Ahead of the gathering, debt reduction for certain countries made headlines as advocates and organizations pushed for relief. For Nigeria, the 6th most populous country, the arguments with regard to its humongous debt come about daily as many cannot fathom why a sovereign state with stupendous wealth needs numerous loans. The outstanding payments are regularly a subject of debate – sometimes heated.
In the course of discussions at homes, bars, bus stops, schools, markets, newspaper stands, religious centres and even social events, citizens ponder the essence of loans they say have little or no direct impact on their lives. On one hand, critics lambast successive governments for routine borrowings, which could have been lessened if there was a tight rein on profligacy. They are confused as to why Africa’s biggest nation wallows in a situation that seems almost impossible to get out of.
On the other hand, the proponents of government policies point to the reasons Nigeria needs unlimited financial support, especially for infrastructure development. They opine that with over 220 million people, soliciting loans shouldn’t generate fuss. “After all, big economies borrow too” is the typical assertion. But how many countries can boast of Nigeria’s resources? Petroleum, natural gas, tin, limestone, niobium, coal, iron ore, bentonite, baryte, talc, gypsum, lead, zinc, bitumen, solar energy, arable land, et cetera.
Apart from the IMF and the World Bank, Nigeria has several other allies: African Development Bank (AfDB), Bill & Melinda Gates Foundation, European Union (EU), the Canadian International Development Agency (CIDA), French Development Agency (AFD), German Agency for International Development (GIZ), International Finance Corporation (IFC), Islamic Development Bank, Japan International Cooperation Agency (JICA), UK Department for International Development (DfID), United Nations Development Programme (UNDP), United States Agency for International Development (USAID), and the rest.
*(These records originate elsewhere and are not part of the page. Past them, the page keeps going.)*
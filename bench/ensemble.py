"""Ensemble throughput: the same 64-member ensemble on 1 and 2 worker processes and on a
2-worker Dask LocalCluster, in one run.

Each member is an invented star with two light planets propagated with leapfrog for a span
calibrated (in this run, sequentially, on one member) to take ``--member-seconds`` of
compute; sampling and checkpoints included.  For each executor the script records the wall
time, the members' own compute time (sum of their ``wall_seconds``), the parallel efficiency
against the 1-process pool measured in the same run,

    efficiency(2 workers) = wall(1 process) / (2 * wall(2 workers)),

and the per-member overhead of the executor,

    overhead = (workers * wall - sum of member compute) / members,

(process start-up, task transfer, file writes outside the member, idle tails), and the
share of the workers' time spent inside members, sum of member compute / (workers * wall).
The 1-process baseline runs first and last; its mean is the baseline.  Results go
to bench/results/ensemble.json with the machine's description.  The issue asks for members of
about one second (64 s per worker-set on 1 process); the default here is scaled down to
0.25 s per member so the run takes about half a minute on a shared 2-core machine; pass
--member-seconds 1 for the full-size run.

    python bench/ensemble.py [--members 64] [--member-seconds 0.25] [--output PATH] [--no-dask]
"""
from __future__ import annotations

import argparse
import json
import logging
import math
import os
import shutil
import sys
import tempfile
import time

import numpy as np

sys.path.insert(0, os.path.dirname(os.path.abspath(__file__)))
from _machine import describe_machine  # noqa: E402

import libration as lb  # noqa: E402
from libration.ensemble import Ensemble, default_executor  # noqa: E402

TWO_PI = 2.0 * math.pi


def base_system() -> lb.System:
    return lb.System.from_elements(1.0, [5e-5, 3e-5], [1.0, 1.6], [0.01, 0.02], [0.0, 0.01], [0.0, 1.0],
                                   [0.0, 2.0], [0.0, 2.5], units="nbody", names=["star", "inner", "outer"])


def make(directory: str, members: int, orbits: float) -> Ensemble:
    values = np.linspace(1.5, 1.9, members)
    return Ensemble(base_system(), directory, until=orbits * TWO_PI, method="leapfrog", step=TWO_PI / 100,
                    grid={"outer.semi_major_axis": values}, sample_every=TWO_PI / 2, checkpoint_interval=60.0)


def calibrate(scratch: str, seconds: float) -> float:
    """Orbits per member so that one member computes for about ``seconds``."""
    orbits = 20.0
    make(os.path.join(scratch, "warm-up"), 1, orbits).run("sequential")  # first-call costs
    while True:
        directory = os.path.join(scratch, f"calibrate{orbits:g}")
        table = make(directory, 1, orbits).run("sequential")
        taken = float(table["wall_seconds"][0])
        if taken > 0.5 * seconds:
            return orbits * seconds / taken
        orbits *= 2


def measure(name: str, ensemble: Ensemble, executor, workers: int) -> dict:
    start = time.perf_counter()
    table = ensemble.run(executor, workers=workers)
    wall = time.perf_counter() - start
    assert set(table["status"]) == {"finished"}, set(table["status"])
    compute = float(table["wall_seconds"].sum())
    return {"executor": name, "workers": workers, "members": len(table), "wall_seconds": wall,
            "member_compute_seconds": compute, "mean_member_seconds": compute / len(table),
            "overhead_per_member_seconds": (workers * wall - compute) / len(table)}


def main() -> None:
    parser = argparse.ArgumentParser(description=__doc__, formatter_class=argparse.RawDescriptionHelpFormatter)
    parser.add_argument("--members", type=int, default=64)
    parser.add_argument("--member-seconds", type=float, default=0.25)
    parser.add_argument("--no-dask", action="store_true")
    parser.add_argument("--output", default=os.path.join(os.path.dirname(os.path.abspath(__file__)),
                                                         "results", "ensemble.json"))
    args = parser.parse_args()
    machine = describe_machine()
    scratch = tempfile.mkdtemp(prefix="libration-bench-ensemble-")
    runs = []
    try:
        orbits = calibrate(scratch, args.member_seconds)
        print(f"members: {args.members}, about {args.member_seconds:g} s each ({orbits:.0f} orbits, "
              f"{int(orbits * 100)} leapfrog steps)")
        # The 1-process baseline runs first and last, so drifting load on a shared machine
        # affects it as much as the 2-worker runs in between.
        for workers in (1, 2, 1):
            pool = default_executor(workers)
            try:
                # Start the workers before the clock runs (a pool is reused across ensembles).
                list(pool.map(abs, range(4 * workers)))
                result = measure(f"process pool ({workers})", make(os.path.join(scratch, f"pool{len(runs)}"),
                                                                     args.members, orbits), pool, workers)
            finally:
                pool.shutdown()
            runs.append(result)
            print(json.dumps(result))
        if not args.no_dask:
            try:
                import distributed
            except ImportError:
                print("dask.distributed is not installed: no Dask run")
            else:
                cluster = distributed.LocalCluster(n_workers=2, threads_per_worker=1, processes=True,
                                                   host="127.0.0.1", dashboard_address="127.0.0.1:0",
                                                   silence_logs=logging.ERROR)
                try:
                    with distributed.Client(cluster) as client:
                        client.run(lambda: __import__("libration"))  # warm the workers' imports
                        result = measure("dask LocalCluster (2)", make(os.path.join(scratch, "dask"),
                                                                       args.members, orbits), client, 2)
                finally:
                    cluster.close()
                runs.append(result)
                print(json.dumps(result))
    finally:
        shutil.rmtree(scratch, ignore_errors=True)
    baseline = float(np.mean([run["wall_seconds"] for run in runs if run["workers"] == 1]))
    baseline_member = float(np.mean([run["mean_member_seconds"] for run in runs if run["workers"] == 1]))
    for run in runs:
        # > 1: members computed slower than alone (cores shared with other work, memory, clocks).
        run["member_slowdown"] = run["mean_member_seconds"] / baseline_member
        run["parallel_efficiency"] = baseline / (run["workers"] * run["wall_seconds"])
        # Share of the workers' time spent inside members (1 - executor overhead share).
        run["compute_fraction"] = run["member_compute_seconds"] / (run["workers"] * run["wall_seconds"])
    report = {"benchmark": "ensemble", "machine": machine, "members": args.members,
              "member_seconds_target": args.member_seconds, "orbits_per_member": orbits,
              "baseline": "mean wall time of the two 1-worker process-pool runs (first and last)", "runs": runs,
              "note": ("member compute time is measured inside each member (wall_seconds); on a shared "
                       "machine other load lowers the efficiency")}
    os.makedirs(os.path.dirname(args.output), exist_ok=True)
    with open(args.output, "w", encoding="utf-8") as fh:
        json.dump(report, fh, indent=1)
        fh.write("\n")
    for run in runs:
        print(f"{run['executor']:24s} wall {run['wall_seconds']:7.2f} s  efficiency {run['parallel_efficiency']:.3f}"
              f"  overhead/member {1e3 * run['overhead_per_member_seconds']:7.1f} ms"
              f"  compute fraction {run['compute_fraction']:.3f}  member slowdown {run['member_slowdown']:.2f}")
    print(f"written {args.output}")


if __name__ == "__main__":
    main()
It is a mystery of sorts that even with a staggering list of development partners who also provide grants and loans, Nigeria is now the third-largest debtor to the World Bank’s International Development Association (IDA), which comprises 175 member countries. With low interest rates and lengthened repayment timeframes, the IDA provides concessional loans and grants to poor nations to help them grow their economy, prepare for/manage crises, improve living conditions, and diminish inequalities.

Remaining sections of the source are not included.